Thriving Steiner Studios, like its (mostly) friendly rivals, is battening on a local moviemaking boom accelerated by a 30 percent state tax credit for productions that do most of their shoots here.

But Steiner says part of his studio’s success is also its ability to “tap into the best crew base in the world.” Producers also flock to its column-free sound stages, as large as 27,000 square feet equipped with full grids to support heavy electric loads and massive silent heating, ventilating and A/C systems.

Next in the works: an ambitious Steiner Media Campus on the Yard’s 20-acre Naval Annex — a wild, overgrown zone resembling the High Line in its pre-park era, but with buildings. The abandoned structures, including a thoroughly spooky naval hospital and a facility for Navy propaganda films, today are romantic ruins.
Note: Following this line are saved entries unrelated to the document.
def _linear_row_steps(code: BlockCode, lay: SegmentLayout, rows: np.ndarray, decoding: bool) -> int | None:
    """Table steps per row when the linear kernels code the rows of `rows` (count, coded
    bytes of lay) where they lie, rows apart (frames' coded payloads): the code is on those
    kernels at this depth (n <= LINEAR_MAX_N), they are loaded for work this size, and
    each row is whole table steps, coded and message bytes alike, of consecutive bytes.
    Else None (the rows are gathered into, or copied out of, one segment)."""
    engine = code.generic_engine
    count, width = rows.shape
    if (engine is None or rows.strides[1] != 1 or rows.strides[0] < width or lay.depth % 8 and lay.depth != 1
            or compiled_unless_small(lay.coded_bits * count) is None):
        return None
    plan = _plan(engine, lay.depth)
    m = _octets_per_step(engine)
    if ((plan.decode_kind if decoding else plan.encode_kind) != "linear" or width % (m * engine.n)
            or _padded_message_bytes(lay) % (m * engine.k)):
        return None
    return width // (m * engine.n)


def _row_span(rows: np.ndarray) -> np.ndarray:
    """The bytes of a 2-D array of byte rows (consecutive within a row), from the first
    row's start to the last row's end, as one 1-D view."""
    count, width = rows.shape
    return np.lib.stride_tricks.as_strided(rows, shape=((count - 1) * rows.strides[0] + width,), strides=(1,))


def _input(data: bytes | bytearray | memoryview | np.ndarray) -> np.ndarray:
    """data as a C-contiguous, read-only uint8 array for a kernel to read (a copy only when
    data is a strided array). numba compiles and caches a kernel once per type of its
    arguments, and an array's read-only flag is part of its type: input from bytes (read
    only) and from a bytearray or an array (writable) compiled and cached every kernel
    twice, seconds each on a cold cache and a second cache entry to load in a process that
    met both. The kernels never write their input."""
    raw = np.ascontiguousarray(data if isinstance(data, np.ndarray) else np.frombuffer(data, dtype=np.uint8))
    if raw.flags.writeable:
        raw = raw.view()
        raw.flags.writeable = False
    return raw


def _coded_array(code: BlockCode, depth: int, message: np.ndarray) -> np.ndarray:
    coded = _coded(code, depth, message)
    return np.frombuffer(coded, dtype=np.uint8) if isinstance(coded, bytes) else coded


def message_row_bytes(code: BlockCode, depth: int, message_bytes: int) -> int:
    """The width to give rows of messages for encode_segments so that it codes them as
    they are: message_bytes padded with zeros to whole groups when segments of this layout
    lie end to end (see _padded_message_bytes), else message_bytes. A row of that width,
    its padding zero, codes to the same bytes as the unpadded message."""
    padded = _padded_message_bytes(layout(code, depth, message_bytes))
    return message_bytes if padded is None else padded


def _padded_message_bytes(lay: SegmentLayout) -> int | None:
    """Bytes of a segment's message padded to its whole groups, when both that and the
    coded segment are whole bytes: segments of this layout then lie end to end as one
    segment of as many more groups (each group codes alone), else None."""
    message_bits = lay.groups * lay.depth * lay.block_message_bits
    if message_bits % 8 or lay.coded_bits % 8:
        return None
    return message_bits // 8


def decode_segment(code: BlockCode, depth: int, coded: bytes | np.ndarray,
                   message_bytes: int) -> tuple[bytes, np.ndarray]:
    """De-interleave and correct a segment carrying message_bytes bytes.

    coded may be shorter than the layout (a truncated stream); missing bits read as zero.
    Returns (message bytes, per-block status: 0 clean, w corrected, FAILED uncorrectable).
    """
    message, status = _decoded(code, depth, coded, message_bytes)
    return (message if isinstance(message, bytes) else message.tobytes()), status


def _decoded(code: BlockCode, depth: int, coded: bytes | np.ndarray,
             message_bytes: int) -> tuple[bytes | np.ndarray, np.ndarray]:
    """decode_segment's work; the message as the kernel left it (bytes, or a uint8 array
    that decode_segments uses without another copy)."""
    lay = layout(code, depth, message_bytes)
    raw = np.frombuffer(coded, dtype=np.uint8) if not isinstance(coded, np.ndarray) else coded
    engine = code.generic_engine
    if engine is None:
        return _decode_rows_segment(code, lay, raw, message_bytes)
    return _decode_engine(engine, lay, raw, message_bytes)


def decode_segments(code: BlockCode, depth: int, coded: np.ndarray,
                    message_bytes: int) -> tuple[np.ndarray, np.ndarray]:
    """decode_segment of every row of coded (count, coded_bytes uint8): (messages as a
    (count, message_bytes) array, per-block status as a (count, blocks) array). Rows laid
    end to end are decoded in one call when their groups fill whole bytes (see
    encode_segments); otherwise row by row."""
    messages, status, _ = decode_segments_tallied(code, depth, coded, message_bytes, None)
    return messages, status


def decode_segments_tallied(code: BlockCode, depth: int, coded: np.ndarray, message_bytes: int,
                            listed: int | None) -> tuple[np.ndarray, np.ndarray | MarkedRows, Tally | None]:
    """decode_segments, and when the fused kernels marked statuses, their tally per row
    (kernels.tally.status_tally's, with `listed` failed blocks a row): counted by the linear
    kernels as they mark them, or in the pass that gives the status buffer back. None when
    every block is clean or no fused kernel decoded the rows (the caller counts the statuses).
    The statuses of a run the linear kernels decoded with few marks come as MarkedRows
    (indexed and iterated as the array; np.asarray makes it)."""
    count = coded.shape[0]
    lay = layout(code, depth, message_bytes)
    padded = _padded_message_bytes(lay)
    if padded is not None and count and coded.shape[1] == lay.coded_bytes:
        row_steps = _linear_row_steps(code, lay, coded, decoding=True)
        tally = None
        if row_steps is not None:  # the rows read where they lie: no gathered copy of them
            message, status, tally = _decode_linear(code.generic_engine, layout(code, depth, count * padded),
                                                    _row_span(coded), row_steps, coded.strides[0], count * padded,
                                                    listed)
        else:
            message, status, tally = _decoded_tallied(code, depth, np.ascontiguousarray(coded).reshape(-1),
                                                      count * padded, count, listed)
        if isinstance(message, bytes):
            message = np.frombuffer(message, dtype=np.uint8)
        messages = message.reshape(count, padded)[:, :message_bytes]
        return messages, status if isinstance(status, MarkedRows) else status.reshape(count, -1), tally
    messages = np.empty((count, message_bytes), dtype=np.uint8)
    status = np.empty((count, lay.blocks), dtype=np.uint8)
    for i in range(count):
        message, status[i] = decode_segment(code, depth, coded[i], message_bytes)
        messages[i] = np.frombuffer(message, dtype=np.uint8)
    return messages, status, None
Pending infrastructure work is to be largely funded by state and city contributions, Steiner plans to “restore them to their former splendor” for use by media and “academic partners.” A former Officers Club largely hidden behind foliage will be reopened first; the full buildout in a $347 million master plan is expected to take 12 years, he said.

Emerging from a decades-long limbo, the Navy Yard — where warships from the Civil War ironclad Monitor to the WWII battleship Missouri were built — is officially an industrial park owned by the city and managed by the nonprofit Brooklyn Navy Yards Development Corp.

The Bloomberg administration pumped in $200 million for infrastructure. The BNYDC has helped leverage $700 million in private investment, drawing 330 “industrial” tenants to 4 million leaseable square feet.

Some 6,400 people today work at the Yard —few compared with the 70,000 during its WWII heyday, but many more than the 3,600 in 2001.